• Brief: Among the entries, how many lines hold the word "done"? Respond with that number only.

• Stored items:
——————————
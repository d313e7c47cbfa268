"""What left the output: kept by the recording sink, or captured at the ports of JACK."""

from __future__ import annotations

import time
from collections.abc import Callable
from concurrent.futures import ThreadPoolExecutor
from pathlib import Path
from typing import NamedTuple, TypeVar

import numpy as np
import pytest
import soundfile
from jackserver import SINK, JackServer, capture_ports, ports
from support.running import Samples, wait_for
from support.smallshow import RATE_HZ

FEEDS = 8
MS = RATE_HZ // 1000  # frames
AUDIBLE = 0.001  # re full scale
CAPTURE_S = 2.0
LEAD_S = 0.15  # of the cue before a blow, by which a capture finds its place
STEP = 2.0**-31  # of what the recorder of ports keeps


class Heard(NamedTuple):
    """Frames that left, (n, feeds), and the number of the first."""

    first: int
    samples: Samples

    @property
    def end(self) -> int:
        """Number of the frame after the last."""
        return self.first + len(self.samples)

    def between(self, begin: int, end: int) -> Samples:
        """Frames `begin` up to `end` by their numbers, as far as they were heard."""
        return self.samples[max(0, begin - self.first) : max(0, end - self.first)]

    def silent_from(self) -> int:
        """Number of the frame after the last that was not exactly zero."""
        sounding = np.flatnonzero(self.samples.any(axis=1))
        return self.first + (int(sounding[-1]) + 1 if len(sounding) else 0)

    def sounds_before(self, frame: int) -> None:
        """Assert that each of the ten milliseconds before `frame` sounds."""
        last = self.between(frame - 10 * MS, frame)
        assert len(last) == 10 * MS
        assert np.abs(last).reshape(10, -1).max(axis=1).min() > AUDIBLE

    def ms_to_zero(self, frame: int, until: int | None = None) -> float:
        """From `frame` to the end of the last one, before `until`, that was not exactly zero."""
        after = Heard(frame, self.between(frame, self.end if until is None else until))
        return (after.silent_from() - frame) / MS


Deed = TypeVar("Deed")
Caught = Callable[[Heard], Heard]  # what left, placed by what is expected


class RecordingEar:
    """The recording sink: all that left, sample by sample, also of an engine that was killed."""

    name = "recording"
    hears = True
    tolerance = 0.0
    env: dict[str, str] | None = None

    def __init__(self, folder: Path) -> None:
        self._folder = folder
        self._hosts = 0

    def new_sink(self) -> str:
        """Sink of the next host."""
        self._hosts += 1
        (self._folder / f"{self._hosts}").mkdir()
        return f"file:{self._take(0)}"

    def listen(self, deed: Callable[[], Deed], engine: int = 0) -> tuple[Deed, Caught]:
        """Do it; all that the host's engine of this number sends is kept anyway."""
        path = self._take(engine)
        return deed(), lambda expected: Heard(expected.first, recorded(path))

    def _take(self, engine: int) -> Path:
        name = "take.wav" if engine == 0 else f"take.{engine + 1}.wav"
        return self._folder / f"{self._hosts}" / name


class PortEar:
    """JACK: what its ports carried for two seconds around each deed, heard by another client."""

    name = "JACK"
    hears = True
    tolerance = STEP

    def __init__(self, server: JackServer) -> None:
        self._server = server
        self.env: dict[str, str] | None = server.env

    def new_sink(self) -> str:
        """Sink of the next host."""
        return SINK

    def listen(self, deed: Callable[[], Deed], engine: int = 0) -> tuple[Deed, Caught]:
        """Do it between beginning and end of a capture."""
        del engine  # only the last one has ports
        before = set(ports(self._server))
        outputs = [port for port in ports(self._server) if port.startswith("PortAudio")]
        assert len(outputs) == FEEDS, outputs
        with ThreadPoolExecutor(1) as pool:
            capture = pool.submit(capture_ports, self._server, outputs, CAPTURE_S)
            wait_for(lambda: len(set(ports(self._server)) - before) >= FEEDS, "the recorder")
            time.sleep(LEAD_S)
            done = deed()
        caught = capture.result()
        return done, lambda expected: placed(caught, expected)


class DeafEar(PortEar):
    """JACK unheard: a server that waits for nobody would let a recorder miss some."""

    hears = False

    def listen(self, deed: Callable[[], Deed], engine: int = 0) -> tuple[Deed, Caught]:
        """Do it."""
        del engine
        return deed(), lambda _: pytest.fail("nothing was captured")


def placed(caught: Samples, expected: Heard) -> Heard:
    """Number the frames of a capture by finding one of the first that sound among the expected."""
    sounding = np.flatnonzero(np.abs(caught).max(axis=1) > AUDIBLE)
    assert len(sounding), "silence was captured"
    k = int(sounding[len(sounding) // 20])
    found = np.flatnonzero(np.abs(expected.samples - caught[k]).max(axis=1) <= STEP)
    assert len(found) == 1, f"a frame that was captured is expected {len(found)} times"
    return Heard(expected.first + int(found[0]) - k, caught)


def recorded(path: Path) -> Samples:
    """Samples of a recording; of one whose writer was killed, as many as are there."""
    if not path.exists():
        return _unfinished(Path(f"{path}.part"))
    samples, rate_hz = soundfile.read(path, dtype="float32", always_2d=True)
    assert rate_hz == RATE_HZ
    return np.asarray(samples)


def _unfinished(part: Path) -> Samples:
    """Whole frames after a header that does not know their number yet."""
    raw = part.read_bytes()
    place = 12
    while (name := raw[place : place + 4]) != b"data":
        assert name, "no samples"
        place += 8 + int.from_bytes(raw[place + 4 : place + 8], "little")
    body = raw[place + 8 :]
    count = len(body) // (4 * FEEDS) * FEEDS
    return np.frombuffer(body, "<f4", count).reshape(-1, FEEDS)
——————————
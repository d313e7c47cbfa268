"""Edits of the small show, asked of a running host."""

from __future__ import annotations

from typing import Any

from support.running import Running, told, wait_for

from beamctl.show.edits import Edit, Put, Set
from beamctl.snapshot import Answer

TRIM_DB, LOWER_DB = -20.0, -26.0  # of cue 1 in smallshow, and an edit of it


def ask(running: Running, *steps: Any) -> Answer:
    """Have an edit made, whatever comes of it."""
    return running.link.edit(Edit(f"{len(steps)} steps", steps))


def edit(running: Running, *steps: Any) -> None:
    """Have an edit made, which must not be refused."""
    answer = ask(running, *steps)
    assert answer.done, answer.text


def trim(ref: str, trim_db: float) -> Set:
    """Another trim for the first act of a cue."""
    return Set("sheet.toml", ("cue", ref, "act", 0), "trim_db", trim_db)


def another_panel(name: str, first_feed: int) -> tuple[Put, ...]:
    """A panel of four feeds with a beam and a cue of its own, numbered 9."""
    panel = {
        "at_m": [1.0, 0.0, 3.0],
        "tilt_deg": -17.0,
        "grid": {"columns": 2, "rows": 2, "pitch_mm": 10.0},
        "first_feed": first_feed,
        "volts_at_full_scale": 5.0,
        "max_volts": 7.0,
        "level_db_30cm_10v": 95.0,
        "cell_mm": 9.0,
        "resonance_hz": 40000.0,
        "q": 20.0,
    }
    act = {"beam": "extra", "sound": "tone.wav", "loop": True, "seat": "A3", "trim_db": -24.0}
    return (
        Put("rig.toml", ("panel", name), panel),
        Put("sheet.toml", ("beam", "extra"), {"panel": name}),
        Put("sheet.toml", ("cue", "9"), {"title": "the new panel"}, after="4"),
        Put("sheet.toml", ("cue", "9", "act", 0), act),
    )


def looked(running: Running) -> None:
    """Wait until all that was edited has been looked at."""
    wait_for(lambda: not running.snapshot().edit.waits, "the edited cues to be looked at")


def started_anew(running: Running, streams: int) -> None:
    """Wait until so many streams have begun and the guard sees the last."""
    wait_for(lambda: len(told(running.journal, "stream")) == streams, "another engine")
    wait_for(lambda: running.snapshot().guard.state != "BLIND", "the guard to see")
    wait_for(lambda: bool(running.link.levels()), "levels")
——————————
• Response box: 3